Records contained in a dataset
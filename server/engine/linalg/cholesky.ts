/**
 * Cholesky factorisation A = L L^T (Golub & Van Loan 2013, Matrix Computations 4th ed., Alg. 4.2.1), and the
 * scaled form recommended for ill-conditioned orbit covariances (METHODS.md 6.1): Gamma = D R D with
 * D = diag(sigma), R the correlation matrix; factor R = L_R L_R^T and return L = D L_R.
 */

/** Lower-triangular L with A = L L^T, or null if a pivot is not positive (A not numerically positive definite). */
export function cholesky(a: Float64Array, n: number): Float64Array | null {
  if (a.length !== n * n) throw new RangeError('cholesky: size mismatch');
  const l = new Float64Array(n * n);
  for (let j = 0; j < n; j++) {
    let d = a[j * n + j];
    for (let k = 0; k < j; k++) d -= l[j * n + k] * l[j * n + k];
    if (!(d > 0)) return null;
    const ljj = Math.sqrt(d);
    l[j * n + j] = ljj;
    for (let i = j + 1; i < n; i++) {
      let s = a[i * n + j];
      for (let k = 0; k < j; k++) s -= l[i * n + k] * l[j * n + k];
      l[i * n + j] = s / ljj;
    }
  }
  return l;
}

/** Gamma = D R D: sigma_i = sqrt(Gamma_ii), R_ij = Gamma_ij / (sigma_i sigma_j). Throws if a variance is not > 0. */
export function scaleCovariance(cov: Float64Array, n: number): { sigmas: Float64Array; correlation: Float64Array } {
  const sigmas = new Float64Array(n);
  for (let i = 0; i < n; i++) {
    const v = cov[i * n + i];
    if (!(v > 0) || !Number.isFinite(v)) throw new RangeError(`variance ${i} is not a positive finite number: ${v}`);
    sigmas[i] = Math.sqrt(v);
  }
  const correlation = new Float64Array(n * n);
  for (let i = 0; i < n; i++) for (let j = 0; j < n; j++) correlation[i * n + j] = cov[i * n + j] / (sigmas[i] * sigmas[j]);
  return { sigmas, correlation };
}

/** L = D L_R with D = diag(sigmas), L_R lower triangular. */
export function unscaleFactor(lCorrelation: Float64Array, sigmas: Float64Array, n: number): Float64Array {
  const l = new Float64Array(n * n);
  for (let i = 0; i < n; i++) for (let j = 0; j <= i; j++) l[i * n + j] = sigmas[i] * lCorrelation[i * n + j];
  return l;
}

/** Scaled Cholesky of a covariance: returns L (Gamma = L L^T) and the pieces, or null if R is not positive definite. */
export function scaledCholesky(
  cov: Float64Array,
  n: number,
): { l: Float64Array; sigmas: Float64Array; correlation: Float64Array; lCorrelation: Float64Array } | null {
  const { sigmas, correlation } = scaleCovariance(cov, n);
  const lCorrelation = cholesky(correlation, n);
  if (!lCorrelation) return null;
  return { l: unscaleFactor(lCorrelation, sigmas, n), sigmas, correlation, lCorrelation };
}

* * *

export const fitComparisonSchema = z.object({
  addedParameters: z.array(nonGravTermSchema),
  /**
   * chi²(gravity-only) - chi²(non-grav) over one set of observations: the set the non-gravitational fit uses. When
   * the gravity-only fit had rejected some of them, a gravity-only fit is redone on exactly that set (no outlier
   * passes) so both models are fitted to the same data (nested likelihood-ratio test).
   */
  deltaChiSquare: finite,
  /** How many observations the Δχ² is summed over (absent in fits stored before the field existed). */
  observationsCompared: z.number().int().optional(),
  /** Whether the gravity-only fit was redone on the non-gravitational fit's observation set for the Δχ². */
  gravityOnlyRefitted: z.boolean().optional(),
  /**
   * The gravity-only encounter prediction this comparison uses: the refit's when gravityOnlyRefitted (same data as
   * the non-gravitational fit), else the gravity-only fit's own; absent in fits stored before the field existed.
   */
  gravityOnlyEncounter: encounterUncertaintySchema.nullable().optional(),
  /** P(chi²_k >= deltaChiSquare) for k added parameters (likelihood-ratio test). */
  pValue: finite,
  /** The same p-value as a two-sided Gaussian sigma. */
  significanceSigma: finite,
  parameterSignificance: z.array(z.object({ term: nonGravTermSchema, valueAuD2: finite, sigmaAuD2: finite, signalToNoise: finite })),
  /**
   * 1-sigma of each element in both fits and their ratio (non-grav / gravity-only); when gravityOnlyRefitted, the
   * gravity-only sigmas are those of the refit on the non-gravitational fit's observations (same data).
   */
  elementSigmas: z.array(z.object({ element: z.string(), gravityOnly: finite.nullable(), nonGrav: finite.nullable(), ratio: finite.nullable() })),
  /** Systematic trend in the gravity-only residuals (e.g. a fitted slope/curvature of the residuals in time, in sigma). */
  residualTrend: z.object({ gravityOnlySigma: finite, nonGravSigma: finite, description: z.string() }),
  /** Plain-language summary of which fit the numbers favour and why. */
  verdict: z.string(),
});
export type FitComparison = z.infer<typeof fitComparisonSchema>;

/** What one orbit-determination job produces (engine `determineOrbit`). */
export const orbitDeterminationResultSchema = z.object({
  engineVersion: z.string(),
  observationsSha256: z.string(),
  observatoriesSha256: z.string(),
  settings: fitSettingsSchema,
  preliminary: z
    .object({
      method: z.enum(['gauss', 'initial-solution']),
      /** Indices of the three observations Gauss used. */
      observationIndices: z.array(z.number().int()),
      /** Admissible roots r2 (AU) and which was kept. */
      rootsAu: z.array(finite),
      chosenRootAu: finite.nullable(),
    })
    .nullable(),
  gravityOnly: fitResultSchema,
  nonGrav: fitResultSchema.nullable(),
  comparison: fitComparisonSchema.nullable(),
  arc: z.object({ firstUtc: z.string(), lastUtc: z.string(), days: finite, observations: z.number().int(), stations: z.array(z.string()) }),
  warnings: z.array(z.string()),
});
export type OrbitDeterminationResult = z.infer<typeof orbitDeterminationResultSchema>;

WORK TO COMPLETE
The lines above from the one containing "let d = a[j * n + j];" through the one containing "is not > 0. */" are to be set down exactly, and no others.

RESPONSE AREA
    let d = a[j * n + j];
    for (let k = 0; k < j; k++) d -= l[j * n + k] * l[j * n + k];
    if (!(d > 0)) return null;
    const ljj = Math.sqrt(d);
    l[j * n + j] = ljj;
    for (let i = j + 1; i < n; i++) {
      let s = a[i * n + j];
      for (let k = 0; k < j; k++) s -= l[i * n + k] * l[j * n + k];
      l[i * n + j] = s / ljj;
    }
  }
  return l;
}

/** Gamma = D R D: sigma_i = sqrt(Gamma_ii), R_ij = Gamma_ij / (sigma_i sigma_j). Throws if a variance is not > 0. */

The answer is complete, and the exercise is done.